However there are often buys in odd circumstances which factor into the price, that is not (and cannot be) addressed directly in the features of the analysis.
- Isn't that what error terms in a regression are supposed to capture: variation in the outcome variable that isn't explained by the features of your model?
If your question is how to deal with outliers in general under the assumption that extreme observations are probably bad data
Some standard approaches are:
- Trimming the data. Eg. ignore 1% of most extreme observations.
- Winsorizing the data. Replace observations above or below some cutoff with the value of the cutoff. (This isn't quite extreme as trimming the data, which deletes extreme observations entirely.)
Some fancier approaches to outliers (ignore if this is at all confusing):
- You can do things like ellipsoidal peeling.

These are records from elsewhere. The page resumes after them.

package dev.odetab.ode;

import java.math.BigDecimal;

/**
 * The closed disk |z − (re + i·im)| &lt;= radius, used as an isolating enclosure of one root.
 *
 * <p>Trust level: Rigorous when produced by {@link SingularPoints}: the disk contains exactly
 * one distinct root of the reduced leading coefficient P2 and no other root of it. The tests
 * below are exact (BigDecimal products are exact, so no square root is taken).
 *
 * @param re     real part of the center
 * @param im     imaginary part of the center
 * @param radius radius, non-negative
 */
public record ComplexEnclosure(BigDecimal re, BigDecimal im, BigDecimal radius) {
    public ComplexEnclosure {
        if (radius.signum() < 0) {
            throw new IllegalArgumentException("negative radius " + radius);
        }
    }

    /** Exact: true when the point x + i·y lies in the closed disk. */
    public boolean contains(BigDecimal x, BigDecimal y) {
        BigDecimal dx = x.subtract(re);
        BigDecimal dy = y.subtract(im);
        return dx.multiply(dx).add(dy.multiply(dy)).compareTo(radius.multiply(radius)) <= 0;
    }

    /** Exact: true when the two closed disks have no point in common. */
    public boolean isDisjointFrom(ComplexEnclosure o) {
        BigDecimal dx = o.re.subtract(re);
        BigDecimal dy = o.im.subtract(im);
        BigDecimal r = radius.add(o.radius);
        return dx.multiply(dx).add(dy.multiply(dy)).compareTo(r.multiply(r)) > 0;
    }

    /** The mirror image of this disk in the real axis. */
    public ComplexEnclosure conjugate() {
        return new ComplexEnclosure(re, im.negate(), radius);
    }

    /** Exact: true when the disk lies strictly above or strictly below the real axis. */
    public boolean avoidsRealAxis() {
        return im.abs().compareTo(radius) > 0;
    }

    @Override
    public String toString() {
        return "D(" + re.toString() + (im.signum() < 0 ? " - " : " + ") + im.abs() + "i, " + radius + ")";
    }
}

Find the minimum volume ellipsoid which encloses your data than remove observations along the surface.
- Estimate regression with Huber Loss function or something less sensitive to outliers than OLS. Or maybe maximum likelihood estimator with t distributed rather than normal distributed errors, etc...
- Quantile regression.
- You could adopt some Bayesian view as to whether an observation is bad data.
Beware the problems of mishandling outliers...
In many cases, such as returns for financial securities, removing or ignoring outliers can be hugely problematic. Often times, all the action is in the outliers! Major stock market crashes, company bankruptcies, etc... are hugely important.
For situations involving safety, (eg. auto-crashes etc...), ignoring bad outliers can be even worse! You don't want to winsorize observations such that observations where people die get replaced with observations where people are mildly injured. That would be perhaps criminal negligence.